In the longer run I suspect Democratic pols across the country will rue the creative day their local embodiments took flight from Wisconsin.
David Brooks sets the stage (or two-ring circus):
Whatever you might say about Walker, he and the Republican majorities in Wisconsin were elected, and they are doing exactly what they told voters they would do. It’s the Democratic minority that is thwarting the majority will by fleeing to Illinois. It’s the left that has suddenly embraced extralegal obstructionism.
Uncomfortable truths, but truths nevertheless, even if, to some, Brooks perhaps overreaches in his use of "exactly." To me, he does not.

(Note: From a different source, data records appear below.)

def open_grib(path: str) -> GribInput:
    """One GRIB1/GRIB2 file as a CF-like, lazy xarray.Dataset with the budget's variables."""
    path = os.fspath(path)
    by_type = _by_type(_groups(path))
    warn: list = []
    out: dict = {}
    raw: list = []
    vtype, found = _level_vars(by_type, path)
    if found:
        chosen, levels = _shared_levels(found, vtype, path, warn)
        out.update({n: _tidy(v, path, levels, vtype) for n, v in chosen.items()})
        raw.extend(chosen.values())
    surface = _names(("surface",))
    column = _names(("column",))
    for t in dict.fromkeys(SURFACE_TYPES + COLUMN_TYPES):
        for n, v in by_type.get(t, {}).items():
            if n not in out and ((t in SURFACE_TYPES and n in surface) or (t in COLUMN_TYPES and n in column)):
                out[n] = _tidy(v, path)
                raw.append(v)
    if not out:
        kinds = ", ".join(sorted(f"{n} ({t})" for t, vs in by_type.items() for n in vs)[:12])
        raise FieldsError(
            f"The GRIB file '{path}' holds none of the variables a budget needs (it has {kinds}); supply winds and "
            "humidity on pressure levels with surface pressure, or vertically integrated fluxes."
        )
    try:
        xr.align(*out.values(), join="exact")
        ds = xr.Dataset(out)
    except ValueError as exc:
        raise FieldsError(
            f"The messages of the GRIB file '{path}' are on different grids or times ({str(exc).splitlines()[0]}); "
            "split the file so that each holds one grid."
        ) from None
    if "level" in ds.coords and vtype == HYBRID_TYPE:
        ds = hybrid_coordinate(ds, path, by_type, warn)
    elif "level" in ds.coords:
        ds["level"].attrs = {"units": PRESSURE_TYPES[vtype], "standard_name": "air_pressure", "long_name": "pressure", "positive": "down"}
    mapping = grid_mapping_of(raw[0], path)
    if mapping is not None:
        ds["crs"] = xr.DataArray(0, attrs=mapping)
        for n in out:
            ds[n].attrs["grid_mapping"] = "crs"
    ds.attrs = {"source": path, "Conventions": "CF-1.8", "history": f"read from GRIB by Fluxfence (cfgrib) from {os.path.basename(path)}"}
    return GribInput(ds, path, warn, [f"{n}: {v.attrs['source_message']}" for n, v in out.items()])
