@pytest.mark.parametrize("lnsp", [True, False], ids=["lnsp", "sp"])
def test_grib_hybrid_model_levels_give_the_netcdf_budget(tmp_path, lnsp):
    """typeOfLevel hybrid with the a/b coefficients in the pv array, and lnsp or sp, read like
    the same fields in a CF NetCDF on hybrid levels (CF appendix D, `ap: ap b: b ps: ps` with
    bounds)."""
    import xarray as xr

    from budget.fields import open_fields

    path, (u, v, q, ps) = _hybrid_grib(tmp_path, lnsp)
    fields = open_fields(str(path))
    assert type(fields.vertical).__name__ == "HybridLevels"
    np.testing.assert_array_equal(fields.vertical.a_interface_pa, PV_A)
    np.testing.assert_array_equal(fields.vertical.b_interface, PV_B)
    # CF appendix D: the layers of a hybrid column add up to ps − p_top exactly (CHECKS.md)
    ps0 = fields.ds["ps"].isel(time=0).values
    np.testing.assert_allclose(fields.vertical.thickness(ps0).sum(axis=0), ps0 - PV_A[0], rtol=1e-12)
    if lnsp:  # provenance says where ps came from
        assert fields.ds["ps"].attrs["source_message"].startswith("exp of the GRIB messages shortName=lnsp")
    d4, d3 = ("time", "lev", "lat", "lon"), ("time", "lat", "lon")
    a_b = np.stack([PV_A[:-1], PV_A[1:]], axis=1)
    b_b = np.stack([PV_B[:-1], PV_B[1:]], axis=1)
    nc = xr.Dataset(
        {"ua": (d4, u, {"units": "m s-1", "standard_name": "eastward_wind"}),
         "va": (d4, v, {"units": "m s-1", "standard_name": "northward_wind"}),
         "hus": (d4, q, {"units": "kg kg-1", "standard_name": "specific_humidity"}),
         "ps": (d3, ps, {"units": "Pa", "standard_name": "surface_air_pressure"}),
         "ap": ("lev", a_b.mean(axis=1), {"units": "Pa"}), "b": ("lev", b_b.mean(axis=1)),
         "ap_bnds": (("lev", "nb"), a_b, {"units": "Pa"}), "b_bnds": (("lev", "nb"), b_b),
         "lev_bnds": (("lev", "nb"), np.stack([np.arange(6) + 0.5, np.arange(6) + 1.5], axis=1),
                      {"formula_terms": "ap: ap_bnds b: b_bnds ps: ps"})},
        coords={"time": np.array(["2031-03-01T00", "2031-03-01T06"], dtype="datetime64[ns]"),
                "lev": ("lev", np.arange(1.0, 7.0), {"standard_name": "atmosphere_hybrid_sigma_pressure_coordinate",
                                                     "formula_terms": "ap: ap b: b ps: ps", "bounds": "lev_bnds"}),
                "lat": ("lat", WLAT, {"units": "degrees_north"}), "lon": ("lon", WLON, {"units": "degrees_east"})},
    )
    _agree(_budget(str(path)), _budget(nc))


def test_grib_model_levels_without_coefficients_are_refused(tmp_path):
    u, v, q, ps = _smooth(3)
    msgs = [message(n, "hybrid", lev, a[0, lev - 1, ::-1]) for n, a in (("u", u), ("v", v), ("q", q)) for lev in (1, 2, 3)]
    path = tmp_path / "no_pv.grib2"
    write_grib(path, "regular_ll_pl_grib2", lonlat_keys(WLON, WLAT), msgs)
    with pytest.raises(FieldsError) as e:
        grib.open_grib(path)
    text = str(e.value)
    assert "no_pv.grib2" in text and "pv array" in text and "PVPresent" in text and "\n" not in text


def _uniform_messages(shape, levels=(500, 850)):
    ones = np.ones(shape)
    msgs = [message(n, "isobaricInhPa", p, ones * (0.005 if n == "q" else 10.0)) for n in ("u", "v", "q") for p in levels]
    return msgs + [message("sp", "surface", 0, ones * 1.0e5)]


def _transform(proj: str):
    import pyproj

    return pyproj.Transformer.from_crs("+proj=longlat +R=6371229 +no_defs", proj, always_xy=True)


def test_grib_polar_stereographic_grid_keys_against_pyproj(tmp_path):
    """GRIB2 template 3.20 (ecCodes sample polar_stereographic_pl_grib2): the CF mapping decoded
    from the grid keys projects like PROJ's stere written by hand from the same keys (north pole,
    true scale at LaD = 60° N, LoV = 255° E, sphere of 6 371 229 m: shapeOfTheEarth 6), and the
    points ecCodes computes form a 100 km grid in that plane."""
    from budget.fields import open_fields
    from budget.gridmap import GridMapping

    keys = {"Nx": 40, "Ny": 35, "latitudeOfFirstGridPointInDegrees": 30.0, "longitudeOfFirstGridPointInDegrees": 225.0,
            "LaDInDegrees": 60.0, "orientationOfTheGridInDegrees": 255.0, "DxInMetres": 100000.0,
            "DyInMetres": 100000.0, "jScansPositively": 1}
    path = tmp_path / "polar.grib2"
    # bit 5 of the component flags (value 8): winds along the grid axes (GRIB2 flag table 3.3)
    write_grib(path, "polar_stereographic_pl_grib2", keys, _uniform_messages((35, 40)),
               extra={"resolutionAndComponentFlags": 8})
    gi = grib.open_grib(path)
    assert gi.ds["u"].attrs["standard_name"] == "grid_eastward_wind"
    lon, lat = grid_lonlat(path)  # ecCodes' own geometry of the keys
    x, y = _transform("+proj=stere +lat_0=90 +lat_ts=60 +lon_0=-105 +R=6371229 +units=m +no_defs").transform(lon, lat)
    np.testing.assert_allclose(np.diff(x, axis=1), 100000.0, rtol=1e-9)
    np.testing.assert_allclose(np.diff(y, axis=0), 100000.0, rtol=1e-9)
    mx, my = GridMapping.from_cf(dict(gi.ds["crs"].attrs)).to_native(lon, lat)
    np.testing.assert_allclose(mx, x, atol=1e-3)
    np.testing.assert_allclose(my, y, atol=1e-3)
    fields = open_fields(str(path))
    assert fields.native_grid.dx == pytest.approx(100000.0, rel=1e-9)
    assert any("along the grid axes" in w for w in fields.warnings)


def test_grib_rotated_pole_grid_keys_against_pyproj(tmp_path):
    """GRIB2 template 3.1 (ecCodes sample rotated_ll_pl_grib2), southern pole at 39.25° S, 18° E
    (grid north pole 39.25° N, 162° W): the decoded CF mapping rotates like PROJ's ob_tran written
    by hand from the southern pole (o_lat_p = −latitude, lon_0 = longitude of the southern pole),
    and ecCodes' points land on the 1° rotated grid the keys give."""
    from budget.fields import open_fields
    from budget.gridmap import GridMapping

    keys = {"Ni": 41, "Nj": 31, "latitudeOfFirstGridPointInDegrees": 15.0, "longitudeOfFirstGridPointInDegrees": -20.0,
            "latitudeOfLastGridPointInDegrees": -15.0, "longitudeOfLastGridPointInDegrees": 20.0,
            "iDirectionIncrementInDegrees": 1.0, "jDirectionIncrementInDegrees": 1.0,
            "latitudeOfSouthernPoleInDegrees": -39.25, "longitudeOfSouthernPoleInDegrees": 18.0,
            "angleOfRotationInDegrees": 0.0}
    path = tmp_path / "rotated.grib2"
    write_grib(path, "rotated_ll_pl_grib2", keys, _uniform_messages((31, 41)))
    gi = grib.open_grib(path)
    gm = gi.ds["crs"].attrs
    assert gm["grid_north_pole_latitude"] == 39.25 and gm["grid_north_pole_longitude"] == -162.0
    lon, lat = grid_lonlat(path)
    x, y = _transform("+proj=ob_tran +o_proj=longlat +o_lat_p=39.25 +o_lon_p=0 +lon_0=18 +R=6371229 +no_defs").transform(lon, lat)
    rx, ry = np.meshgrid(np.arange(-20.0, 20.5, 1.0), np.arange(15.0, -15.5, -1.0))
    np.testing.assert_allclose(x, rx, atol=1e-5)  # ecCodes' points in PROJ's rotated frame
    np.testing.assert_allclose(y, ry, atol=1e-5)
    mx, my = GridMapping.from_cf(dict(gm)).to_native(lon, lat)
    np.testing.assert_allclose(mx, x, atol=1e-9)
    np.testing.assert_allclose(my, y, atol=1e-9)
    fields = open_fields(str(path))
    assert fields.native_grid.dx == pytest.approx(1.0, rel=1e-6)
    assert fields.ds["u"].attrs["standard_name"] == "eastward_wind"  # uvRelativeToGrid 0 in the sample
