"""Humidity stage of budget.fields: specific humidity from another humidity form.

Runs on the canonical (SI, chunked) dataset: the form chosen by the roles stage (mixing
ratio; relative humidity with temperature; dew point; vapour pressure) becomes ``q`` with the
formulas of budget.humidity, at the pressure of each level (pressure levels, or the middle of
each hybrid layer: a + b·ps halfway between its interfaces).  The source variables are dropped
and the way q was obtained is kept in q's ``derivation`` attribute and in ``Fields.derived``.
"""

from __future__ import annotations

import numpy as np
import xarray as xr

from .. import humidity
from ..catalogue import role
from ..vertical import HybridLevels, PressureLevels


def level_pressure(ds: xr.Dataset, vertical) -> xr.DataArray:
    """Pressure (Pa) of each level, broadcastable against (time, level, lat, lon)."""
    if isinstance(vertical, PressureLevels):
        return xr.DataArray(np.asarray(vertical.p, float), dims=("level",))
    if isinstance(vertical, HybridLevels):
        a = np.asarray(vertical.a_interface_pa, float)
        b = np.asarray(vertical.b_interface, float)
        a_mid = xr.DataArray(0.5 * (a[1:] + a[:-1]), dims=("level",))
        b_mid = xr.DataArray(0.5 * (b[1:] + b[:-1]), dims=("level",))
        return a_mid + b_mid * ds["ps"]
    raise ValueError("level inputs need a pressure or hybrid vertical coordinate")


#: How each relative-humidity reference (budget.humidity.RH_REFERENCES) is stated in provenance.
_REFERENCE_TEXT = {
    "water": "with respect to water",
    "ice": "with respect to ice below 0 degC",
    "mixed": "with respect to the IFS mixed phase: water above 0 degC, ice below -23 degC, a quadratic blend between",
}
_SOURCE_TEXT = {
    "water": "Bolton (1980)",
    "ice": "Bolton (1980) and, over ice, Alduchov and Eskridge (1996)",
    "mixed": "the IFS Tetens forms (IFS Documentation CY47R3, Part IV: Physical Processes, chapter 12)",
}


def derive_q(ds: xr.Dataset, forms: dict, vertical, phase: str = "water") -> tuple[xr.Dataset, str]:
    """(dataset with q instead of the form's variables, how q was obtained)."""
    if "mr" in forms:
        q = humidity.q_from_mixing_ratio(ds["mr"])
        how = f"from the mixing ratio '{forms['mr']}' as r / (1 + r)"
    else:
        p = level_pressure(ds, vertical)
        if "rh" in forms:
            q = humidity.q_from_relative_humidity(ds["rh"], ds["t"], p, phase)
            how = (f"from relative humidity '{forms['rh']}' ({_REFERENCE_TEXT[phase]}) and air "
                   f"temperature '{forms['t']}', saturation vapour pressure after {_SOURCE_TEXT[phase]}")
        elif "td" in forms:
            q = humidity.q_from_dewpoint(ds["td"], p)
            how = (f"from the dew point '{forms['td']}', saturation vapour pressure over water "
                   "after Bolton (1980)")
        else:
            q = humidity.q_from_vapour_pressure(ds["vp"], p)
            how = f"from the water vapour pressure '{forms['vp']}'"
        how += ", q = eps e / (p - (1 - eps) e) at each level's pressure"
    r = role("q")
    q = q.transpose(*[d for d in ("time", "level", "lat", "lon", "y", "x") if d in q.dims])
    q.attrs = {"units": r.si_unit, "long_name": r.long_name, "standard_name": r.standard_names[0],
               "source_name": "+".join(forms.values()),
               "source_units": ", ".join(str(ds[k].attrs.get("source_units")) for k in forms),
               "derivation": how}
    out = ds.drop_vars([k for k in forms if k in ds])
    out["q"] = q
    return out, how
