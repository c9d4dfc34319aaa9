"""Grid stage of budget.fields: find the time, latitude and longitude of a raw dataset and
the orientation that makes latitude ascending and longitude ascending in one continuous frame
(regular longitude-latitude grids; the selections are lazy ``isel``)."""

from __future__ import annotations

from dataclasses import dataclass, field

import numpy as np
import xarray as xr

from ..errors import FieldsError
from ..gridmap import ProjectedGrid, find_mapping
from ..units import normalise
from .model import spacing

TIME_NAMES = ("time", "valid_time", "Time", "t", "date", "times", "TIME")
LAT_NAMES = ("lat", "latitude", "Latitude", "LAT", "y")
LON_NAMES = ("lon", "longitude", "Longitude", "LON", "x")
_LAT_UNITS = {"degrees_north", "degree_north", "degree_n", "degrees_n", "degreen", "degreesn"}
_LON_UNITS = {"degrees_east", "degree_east", "degree_e", "degrees_e", "degreee", "degreese"}


@dataclass(frozen=True)
class GridDims:
    """Names in the raw dataset: coordinate variables and their dims (time may be absent)."""

    lat_name: str
    lon_name: str
    lat_dim: str
    lon_dim: str
    time_dim: str | None
    mapping: object = None  # budget.gridmap.GridMapping of a projected grid, else None

    @property
    def canon(self) -> tuple:
        """Canonical names of the row and column dims: (lat, lon), or (y, x) when projected."""
        return ("y", "x") if self.mapping is not None else ("lat", "lon")

    @property
    def hdims(self) -> set:
        """The dims that are not vertical: time (if any), latitude, longitude."""
        return {d for d in (self.time_dim, self.lat_dim, self.lon_dim) if d is not None}


def find_grid(raw: xr.Dataset, where: str) -> GridDims:
    """The grid stage's first half: which variables are latitude, longitude and time."""
    lat_name = find_horizontal(raw, "lat", where)
    lon_name = find_horizontal(raw, "lon", where)
    if raw[lat_name].ndim == 2:  # a projected grid: budget.gridmap
        ydim, xdim = raw[lat_name].dims
        return GridDims(lat_name, lon_name, ydim, xdim, guess_time_dim(raw), find_mapping(raw, where))
    return GridDims(lat_name, lon_name, raw[lat_name].dims[0], raw[lon_name].dims[0],
                    guess_time_dim(raw))


@dataclass
class Orientation:
    """Canonical lat/lon values and the index arrays (by canonical dim) that produce them."""

    lat: np.ndarray
    lon: np.ndarray
    isel: dict
    notes: list = field(default_factory=list)
    native: object = None  # budget.gridmap.ProjectedGrid on projected grids

    @property
    def periodic(self) -> bool:
        if self.native is not None:
            return False
        step = spacing(self.lon)
        return bool(self.lon.size > 1 and abs(self.lon.size * step - 360.0) <= 0.1 * step)


def orientation(raw: xr.Dataset, g: GridDims, where: str) -> Orientation:
    """The grid stage's second half: check the coordinates, find the canonical order."""
    if g.mapping is not None:
        return projected_orientation(raw, g, where)
    lat = np.asarray(raw[g.lat_name].values, dtype=float)
    lon = np.asarray(raw[g.lon_name].values, dtype=float)
    if lat.size > 1 and not (np.all(np.diff(lat) > 0) or np.all(np.diff(lat) < 0)):
        raise FieldsError(
            f"The latitudes '{g.lat_name}' in {where} are not strictly ascending or descending; "
            "store each latitude once, in order."
        )
    if np.nanmin(lat) < -90.0001 or np.nanmax(lat) > 90.0001:
        raise FieldsError(
            f"The latitudes '{g.lat_name}' in {where} run outside -90..90 degrees; check that "
            "this coordinate really is latitude."
        )
    isel, notes = {}, []
    if lat.size > 1 and lat[0] > lat[-1]:
        isel["lat"] = np.arange(lat.size)[::-1]
        lat = lat[::-1]
    lon_idx, lon = orient_lon(lon, where)
    if lon.size > 2:
        step = spacing(lon)
        if abs((lon[-1] - lon[0]) - 360.0) <= 0.1 * step:  # a repeated cyclic column
            lon_idx, lon = lon_idx[:-1], lon[:-1]
            notes.append(
                f"longitude {lon[0] + 360.0:g} repeats {lon[0]:g} (a cyclic column); "
                "the repeated column was dropped"
            )
    if not np.array_equal(lon_idx, np.arange(raw[g.lon_name].size)):
        isel["lon"] = lon_idx
    return Orientation(lat, lon, isel, notes)


def projected_orientation(raw: xr.Dataset, g: GridDims, where: str) -> Orientation:
    """A projected grid: native x, y found from the 2-D coordinates, ascending (budget.gridmap)."""
    lon2d = raw[g.lon_name].transpose(g.lat_dim, g.lon_dim).values
    lat2d = raw[g.lat_name].transpose(g.lat_dim, g.lon_dim).values
    grid, flip_y, flip_x = ProjectedGrid.from_latlon(g.mapping, lon2d, lat2d, where)
    isel = {}
    if flip_y:
        isel["y"] = np.arange(grid.y.size)[::-1]
    if flip_x:
        isel["x"] = np.arange(grid.x.size)[::-1]
    return Orientation(grid.lat, grid.lon, isel, [], native=grid)


def guess_time_dim(ds: xr.Dataset) -> str | None:
    for name, var in ds.variables.items():
        if var.ndim == 1 and var.dims[0] == name:
            if var.attrs.get("standard_name") == "time" or var.attrs.get("axis") == "T":
                return name
            if np.issubdtype(var.dtype, np.datetime64):
                return name
    for name in TIME_NAMES:
        if name in ds.dims:
            return name
    for name, var in ds.variables.items():
        if var.ndim == 1 and var.dims[0] == name and var.dtype == object:
            try:
                import cftime

                if isinstance(var.values[0], cftime.datetime):
                    return name
            except Exception:  # noqa: BLE001
                pass
    return None


def find_horizontal(ds: xr.Dataset, axis: str, where: str) -> str:
    std = "latitude" if axis == "lat" else "longitude"
    units = _LAT_UNITS if axis == "lat" else _LON_UNITS
    names = LAT_NAMES if axis == "lat" else LON_NAMES
    cands = [n for n in ds.coords] + [n for n in ds.data_vars]
    chosen = None
    for n in cands:
        if ds[n].attrs.get("standard_name") == std:
            chosen = n
            break
    if chosen is None:
        for n in cands:
            if normalise(ds[n].attrs.get("units", "")) in units:
                chosen = n
                break
    if chosen is None:
        for n in names:
            if n in ds.variables:
                u = normalise(ds[n].attrs.get("units", ""))
                if n in ("x", "y") and u and u not in units and not u.startswith("degree"):
                    continue
                chosen = n
                break
    if chosen is None:
        raise FieldsError(
            f"No {std} coordinate found in {where} (looked for standard_name '{std}', "
            f"units '{sorted(units)[0]}' or a coordinate named "
            f"{', '.join(names)}); Fluxfence needs a regular longitude-latitude grid."
        )
    var = ds[chosen]
    if var.ndim == 2 and find_mapping(ds, where) is not None:
        return chosen
    if var.ndim != 1:
        raise FieldsError(
            f"The {std} coordinate '{chosen}' in {where} is {var.ndim}-dimensional "
            "(a curvilinear or projected grid); regrid the fields to a regular "
            "longitude-latitude grid first."
        )
    return chosen


def orient_lon(lon: np.ndarray, where: str) -> tuple[np.ndarray, np.ndarray]:
    """Return (index, new_lon): an ascending order of the longitudes in a continuous frame."""
    n = lon.size
    if n == 1:
        return np.arange(1), lon.astype(float)
    d = np.diff(lon)
    if np.all(d > 0):
        return np.arange(n), lon.astype(float)
    if np.all(d < 0):
        idx = np.arange(n)[::-1]
        return idx, lon[idx].astype(float)
    # one seam, e.g. [180..359, 0..179] (global, rolled) or [170, 175, -180, -175] (regional)
    order = np.argsort(lon, kind="stable")
    s = lon[order]
    if np.any(np.diff(s) == 0):
        raise FieldsError(
            f"The longitudes in {where} repeat a value; each longitude must appear once."
        )
    drops = np.nonzero(d < 0)[0]
    if len(drops) == 1 and np.all(d[d > 0] > 0) and abs(d[drops[0]]) > 180:
        k = drops[0] + 1
        unwrapped = np.concatenate([lon[:k], lon[k:] + 360.0]).astype(float)
        spacing = float(np.median(np.diff(unwrapped)))
        if abs(n * spacing - 360.0) <= 0.1 * spacing:  # global: sort in the file's frame
            return order, s.astype(float)
        return np.arange(n), unwrapped  # regional across the seam: continuous frame
    raise FieldsError(
        f"The longitudes in {where} are neither ascending nor descending; "
        "store them in order."
    )


def indexer(order: np.ndarray):
    """Reversals and prefixes become slices (cheapest for dask); else the index array."""
    n = order.size
    if n and np.array_equal(order, np.arange(order[0], order[0] - n, -1)) and order[-1] == 0:
        return slice(order[0], None, -1)
    if n and np.array_equal(order, np.arange(n)):
        return slice(0, n)
    return order
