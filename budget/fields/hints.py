"""Pieces of the one-sentence messages every stage of budget.fields writes."""

from __future__ import annotations

import xarray as xr

from ..catalogue import role


def where(files: list[str]) -> str:
    """The input named for a message: one file, the first of several, or a dataset."""
    if not files:
        return "the input dataset"
    if len(files) == 1:
        return f"'{files[0]}'"
    return f"'{files[0]}' (and {len(files) - 1} more files)"


def var_hint(key: str) -> str:
    return f"--var {key}=NAME (var_map={{'{key}': 'NAME'}} in Python)"


#: Example units for the keys that are not roles (pressure levels, hybrid coefficients).
_EXAMPLE_UNIT = {"level": "hPa", "p0": "Pa", "ap": "Pa"}


def units_hint(key: str) -> str:
    try:
        ex = role(key).example_unit
    except KeyError:
        ex = _EXAMPLE_UNIT.get(key, "UNIT")
    return f"--units {key}={ex} (units={{'{key}': '{ex}'}} in Python)"


def contents(ds: xr.Dataset) -> str:
    """The data variables of ``ds`` with their standard names, for 'which holds: ...'."""
    items = []
    for n in ds.data_vars:
        std = ds[n].attrs.get("standard_name")
        items.append(f"{n} [{std}]" if std else str(n))
    return ", ".join(items) if items else "no data variables"


def short(exc: BaseException) -> str:
    """The first line of a library's exception, cut to 200 characters."""
    text = str(exc).strip().splitlines()[0] if str(exc).strip() else type(exc).__name__
    if "did not find a match in any of xarray" in text:  # xarray's wording for "no reader"
        return "its contents are not NetCDF, HDF5 or Zarr"
    return text[:200]


def describe_role(key: str) -> str:
    """'q (specific humidity)'."""
    return f"{key} ({role(key).long_name})"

Any plausibly aware Wisconsin voter should not have required candidate Scott Walker's airing of 60-second ads bluntly advocating the busting of public-sector unions to appreciate the gross reactionaryism that was on the way with Walker's election. Virtually all of late 2010 was about one exceptionally nasty, very bad moon rising from Republican pols everywhere. They made no secret of their hostility to all manner of modernity, to differing strains of legitimate pluralism, to the fundamental concept of coming and reasoning together.
To their tea-partying bands of GOP agitation, the nation's November elections were akin to Enabling Acts -- and their elected leaders were determined to not disappoint.
True to their word, they haven't. And how any Wisconsite could have missed the GOP's intentions is beyond me. Remember, this turn to reactionaryism was hardly sudden: choose your own number of decades if you like, but multiple they have inaurguably been in which the Republican Party has steadily decayed into the ideological rigor mortis of right-wing imbecility. How any moderate voter could have believed that 2011 would be the GOP's year of statesmanlike maturity is ... well, I already said it.
We should also remember that Wisconsite voters in all their La Follettian splendor chose to terminate the brilliant senatorial career of Russ Feingold in preference for a corporate shill. They weren't tricked, they weren't bamboozled; no amount of even the cleverest of right-wing propaganda could have genuinely swindled Wisconsin's voters into believing their ultimate decision was anything but towering, self-destructive stupidity.
Nonetheless that's the democratic process. The barbarians sometimes win. In Wisconsin, they did.
Thus Brooks is uneasily but realistically correct in concluding that "It’s the Democratic minority that is thwarting the majority will by fleeing to Illinois. It’s the left that has suddenly embraced extralegal obstructionism." Their flight is inspirational -- no question about that -- and in its own way, courageous. But make no mistake: there was in November a pro-Walker voting majority and a pro-GOP state senate majority, so the flight is indeed "extralegal obstructionism" -- one perhaps fine for now, but what of the future?
What happens, say, if Democrats capture the statehouse by a slim majority in the next election? What's to prevent minority Republicans, upon any legislative provocation, from simply evacuating the newly reconstituted progressive state and fleeing to their truer ideological homeland of, say, Iran or Zimbabwe? And in protest of such Republican poltroonery what counterargument could the homeboy Dems honorably stage?
There won't, of course, be one. For Wisconsin's elected Dems -- in league with one-time Lexington-Concord Texan Dems -- will have already presented themselves as the founding fathers of antidemocratic, extralegal obstructionism -- as an example for all to follow; all those, that is, who won't particularly give a damn how the last democratic majority voted.
In short, Wisconsin's Democrats could be setting the national stage for a truly anarchic headache, one in which voting majorities and majority wills matter not in the least to whichever minority party. It pains indeed to argue that, but I can't see the argument's flaw.